Thank you for taking the time to review our paper.

As the discussion period comes to a close, we kindly ask whether you have any remaining concerns.

In particular, we believe that our responses have fully addressed the following points:

W.1: The importance of LRP for transformers and its position relative to other approaches such as SHAP and LIME.

W.2: The use of alternative LRP rules (see Table C).

W.4: Clarification of notation.

W.5: Additional experiments using measures of dispersion (see Tables A and B).

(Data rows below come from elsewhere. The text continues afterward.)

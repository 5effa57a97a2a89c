import type { Grade, Reason, Role, Suspect } from '../contract/findings.ts'
import { knownOf } from '../timeline/exposure.ts'
import { totalMs } from '../timeline/spans.ts'
import type { Thing, Timeline } from '../timeline/timeline.ts'
import { nextFor } from './advice.ts'
import { candidatesOf, type Measured } from './candidates.ts'
import { episodes } from './episodes.ts'
import { type ExposureWindow, type LineUp, lineUp, type Standing } from './line-up.ts'
import { logReason } from './log-reasons.ts'
import { type LogView, logView } from './log-view.ts'
import { type Preference, preferences } from './preference.ts'
import { priorReason, rateReason } from './preferring/rate-reason.ts'
import { ODDS } from './prior-odds.ts'
import { notedReason, reasonsOf } from './reasons.ts'
import { speakingCourse } from './speaking-course.ts'
import { clockText } from './windows/clock-windows.ts'
import { habitsOf } from './windows/habits.ts'
import { highTime } from './windows/high-time.ts'
import { kicksOf } from './windows/kicks.ts'
import { type Frame, HOUR_MS } from './windows/trip-share.ts'
import { nameOf, rounded, sentence } from './words.ts'

/** Below this a suspect with contrast is cleared; grades of methods.md §8. */
const CLEARED = 0.02

/** The time of a window, and how it is spoken of. */
export type SpokenWindow = NonNullable<ExposureWindow['when']> & { readonly words: string }

/** The line-up in words, and what it rests on. */
export interface Weighed {
  readonly suspects: Suspect[]
  /** What the log says by itself. */
  readonly log: LogView
  readonly frame: Frame
  readonly sets: LineUp['sets']
  /** The time of each suspect's likeliest window. */
  readonly windows: ReadonlyMap<string, SpokenWindow>
}

/**
 * One probability for each suspect (methods.md §8): candidates with their windows, weighed together; then words,
 * grades and roles. Sorted by probability, then name. A circuit or load without contrast is `unjudged`.
 */
export function suspects(timeline: Timeline, measured: Measured): Weighed {
  const hours = totalMs(timeline.energised) / HOUR_MS
  const kept = episodes(timeline.trips)
  const log = logView(timeline, measured.budget, measured.profiles, measured.headroom)
  const habits = habitsOf(timeline, kept)
  const frame: Frame = { timeline, hours, trips: kept, habits, kicks: kicksOf(timeline), high: highTime(log.minutes) }
  const courses = kept.map((trip) => speakingCourse(timeline, trip, measured, log))
  const candidates = kept.length === 0 || hours <= 0 ? [] : candidatesOf(frame, courses, measured, log)
  const weighed: LineUp =
    candidates.length === 0
      ? { standings: [], none: 1, unexplained: 1, sets: [] }
      : lineUp(hours, kept.length, candidates, frame.habits)
  const tested = weighed.standings.flatMap((s, c) => {
    const top = s.windows[0]
    return top === undefined ? [] : [{ of: s.of, window: top.window, family: candidates[c]?.windows ?? [] }]
  })
  const prefer = new Map(preferences(frame, tested).map((p) => [p.of, p]))
  const judged = weighed.standings.map((s) =>
    judgedSuspect(frame, s, prefer.get(s.of), measured, weighed.standings, log),
  )
  const seen = new Set(judged.map((s) => s.of))
  const unjudged = timeline.things.filter((t) => !seen.has(t.of)).map((t) => unjudgedSuspect(timeline, t, weighed.none))
  const none = noneSuspect(frame, weighed, measured, log)
  const all = [...judged, ...unjudged, none]
  all.sort((a, b) => b.probability - a.probability || (a.of < b.of ? -1 : 1))
  const windows = new Map(
    tested.flatMap(({ of, window: { when, words } }) =>
      when === undefined ? [] : [[of, { ...when, words }] as const],
    ),
  )
  return { suspects: all, log, frame, sets: weighed.sets, windows }
}

function judgedSuspect(
  frame: Frame,
  standing: Standing,
  preference: Preference | undefined,
  measured: Measured,
  all: readonly Standing[],
  log: LogView,
): Suspect {
  const { timeline } = frame
  const probability = rounded(standing.probability)
  const contrast = hasContrast(frame, standing)
  const grade = gradeOf(probability, contrast)
  const top = standing.windows[0]?.window
  const same = sameExposure(frame, standing, all)
  const leading = all.reduce((best, s) => (s.probability > best.probability ? s : best), standing)
  const leader = leading === standing || leading.probability < 0.6 ? null : nameOf(timeline, leading.of)
  const because: Reason[] = reasonsOf(timeline, standing.of, preference, measured, log, grade, leader)
  const suspect: Suspect = {
    of: standing.of,
    label: nameOf(timeline, standing.of),
    probability,
    share: rounded(standing.share),
    grade,
    role: roleOf(standing.of, probability, measured),
    because,
    next: nextFor(timeline, standing.of, grade, same),
  }
  if (same.length > 0) suspect.sameAs = same
  const due = top?.key.startsWith('due-') === true ? log.timed.find((t) => t.schedule.kind === standing.of) : undefined
  if (standing.of === 'clock' && top !== undefined) {
    suspect.localTime =
      due?.schedule.kind === 'clock' ? clockText(due.schedule.minutes[0] ?? 0) : (top.key.split('+')[0] ?? '')
  }
  if (standing.of === 'period' && top !== undefined) {
    suspect.hours = due?.schedule.kind === 'period' ? rounded(due.schedule.hours) : Number.parseFloat(top.key)
  }
  return suspect
}

/**
 * Whether the suspect was tried: some window of it left out a part of the time. A cause that may act at any time has
 * no contrast, and can never be cleared by when trips came.
 */
function hasContrast(frame: Frame, standing: Standing): boolean {
  return standing.windows.some(({ window }) => window.insideHours < 0.98 * frame.hours)
}

function gradeOf(probability: number, contrast: boolean): Grade {
  if (probability >= 0.9) return 'strong'
  if (probability >= 0.6) return 'fair'
  if (probability >= 0.2) return 'slight'
  if (!contrast) return 'unjudged'
  return probability <= CLEARED ? 'cleared' : 'slight'
}

/** Suspects whose best windows hold the same trips and the same hours: the data cannot tell them apart. */
function sameExposure(frame: Frame, standing: Standing, all: readonly Standing[]): string[] {
  const mine = standing.windows[0]?.window
  if (mine === undefined || standing.probability < 0.05) return []
  return all
    .filter((other) => other !== standing && other.probability >= 0.05)
    .filter(({ windows }) => {
      const theirs = windows[0]?.window
      if (theirs === undefined) return false
      const hours =
        Math.abs(theirs.insideHours - mine.insideHours) <= 0.05 * Math.max(theirs.insideHours, mine.insideHours)
      return hours && frame.trips.every((_, i) => Math.abs(theirs.inside[i]! - mine.inside[i]!) < 0.05)
    })
    .map((other) => other.of)
}

/** Share of the standing leakage from which on a thing uses headroom up, and probability from which on it may fire trips. */
const USES = 0.15
const FIRES = 0.2

/** Firing trips and using up headroom are two questions; both are answered here. */
function roleOf(of: string, probability: number, measured: Measured): Role {
  if (of === 'standing') return 'contributor'
  const line = measured.budget.find((b) => b.of === of)
  const standing = measured.headroom.standingMa?.p50 ?? 0
  const uses = standing > 0 && (line?.ma ?? 0) >= USES * standing
  if (!uses) return 'trigger'
  return probability >= FIRES ? 'both' : 'contributor'
}

function unjudgedSuspect(timeline: Timeline, thing: Thing, none: number): Suspect {
  const odds = ODDS[thing.kind]
  const name = nameOf(timeline, thing.of)
  const known = totalMs(knownOf(thing.state)) > 0
  const text = known
    ? `${sentence(name)} never changed its state while trips could happen, so switching says nothing about it. That does not clear it.`
    : `Nobody knows when ${name} was on, so nothing can be said about it. That does not clear it.`
  const contrast: Reason = { text, method: 'contrast of exposures', figures: { changes: thing.changes.length } }
  const noted = notedReason(timeline, thing.of)
  const probability = (none * odds) / (1 + odds)
  return {
    of: thing.of,
    label: name,
    probability: rounded(probability),
    share: 0,
    grade: 'unjudged',
    role: 'trigger',
    because: [contrast, noted ?? priorReason(probability)],
    next:
      thing.kind === 'circuit'
        ? `Switch ${name} off for some days, in both poles.`
        : `Log when ${name} runs, or unplug it for some days.`,
  }
}

function noneSuspect(frame: Frame, weighed: LineUp, measured: Measured, log: LogView): Suspect {
  const { timeline } = frame
  const byLog = logReason(timeline, 'none', measured, log)
  const n = frame.trips.length
  const probability = rounded(weighed.none)
  return {
    of: 'none',
    label: nameOf(timeline, 'none'),
    probability,
    share: rounded(weighed.unexplained),
    grade: n === 0 ? 'unjudged' : gradeOf(probability, n >= 3),
    role: 'trigger',
    because: [
      {
        text:
          n === 0
            ? 'There was no trip in this span.'
            : `If nothing listed is behind them, trips come at ${((n / frame.hours) * 168).toFixed(1)} a week at random times.`,
        method: 'gamma–Poisson marginal likelihood of no cause',
        figures: { trips: n, energisedHours: rounded(frame.hours) },
      },
      ...(byLog === null ? [] : [byLog]),
      rateReason(n, frame.hours),
    ],
    next: n === 0 ? 'Leave the logger on site.' : 'Leave the logger longer, and log what is not logged yet.',
  }
}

If you have any remaining concerns, we would be happy to clarify further.

审稿意见
4

The work proposes an extension to Layer-wise relevance propagation (a feature attribution approach) for Transformer models, which encompasses rules to explicitly assign importance to positional embeddings. Specifically, the work proposes rules for five approaches to positional embedding: learnable, sinusoidal, rotary, and relative positional embeddings, as well as ALiBi. The work provides some theoretic motivation regarding the conservativity and fidelity of the approach compared to AttnLRP. The work compares the proposed approach to AttnLRP in empirical perturbation, ablation, and segmentation experiments on vision data using DeiT, as well as on natural language data using LLaMa-2-7B, LLaMa-2-7B quantized, Tiny LLaMa, and LLaMa-3-8B. The work also provides some qualitative comparison on both vision and language data.

优缺点分析

Strengths

  • AttnLRP provides a powerful feature attribution approach. Improving this approach with an explicit handling of the positional embedding is a useful contribution to the field.
  • The work touches a multitude of positional embedding approaches, which significantly aids in its practicality.
  • The work uses established evaluation metrics for feature attribution, namely perturbation and ground-truth segmentation.
  • The work follows a clear structure and is well-written.

Weaknesses

  • The empirical experiments are partly inconclusive, given that for some metrics, the baseline wins, and for others, the improvements seem to be marginal. However, there are no error bars or number of trials reported, which would aid in testing for statistical significance.
  • The work argues that AttnLRP is not conservative unless positional embeddings are attributed. I do not understand why this argument matters for the distinction between considering and not considering positional embeddings. Even if one would deem this argument valuable, both approaches seem to be conservative in their own perspective.
  • The work claims to present some theoretical evidence that the omission of positional embeddings in attribution gives low fidelity. However, this is not proven, but only an extreme-case example is provided. The claim is also not consistent with the empirical results, which indicate that in some cases, fidelity can be higher when omitting the attribution of positional embeddings.

问题

  1. The quantitative experiments do not include any errors over the trials. I could also not find the number of trials conducted for these experiments. Regarding my following two questions, there might seem to be some cases in which there is no clear benefit from explicitly attributing positional embeddings. These points make the results somewhat inconclusive, as the work does not provide any analysis as to when the proposed approach should be used, and when it should not. The qualitative results also do not seem to give a clear difference. The work would be much more convincing if it could provide the number of trials, and conduct a Wilcoxon-Rank-Sum test to provide more conclusive evidence in favor of attributing positional embeddings. It would be immensely helpful for the community to understand when and why we should consider positional embeddings for LRP, to which I was not entirely able to convince myself based on the results.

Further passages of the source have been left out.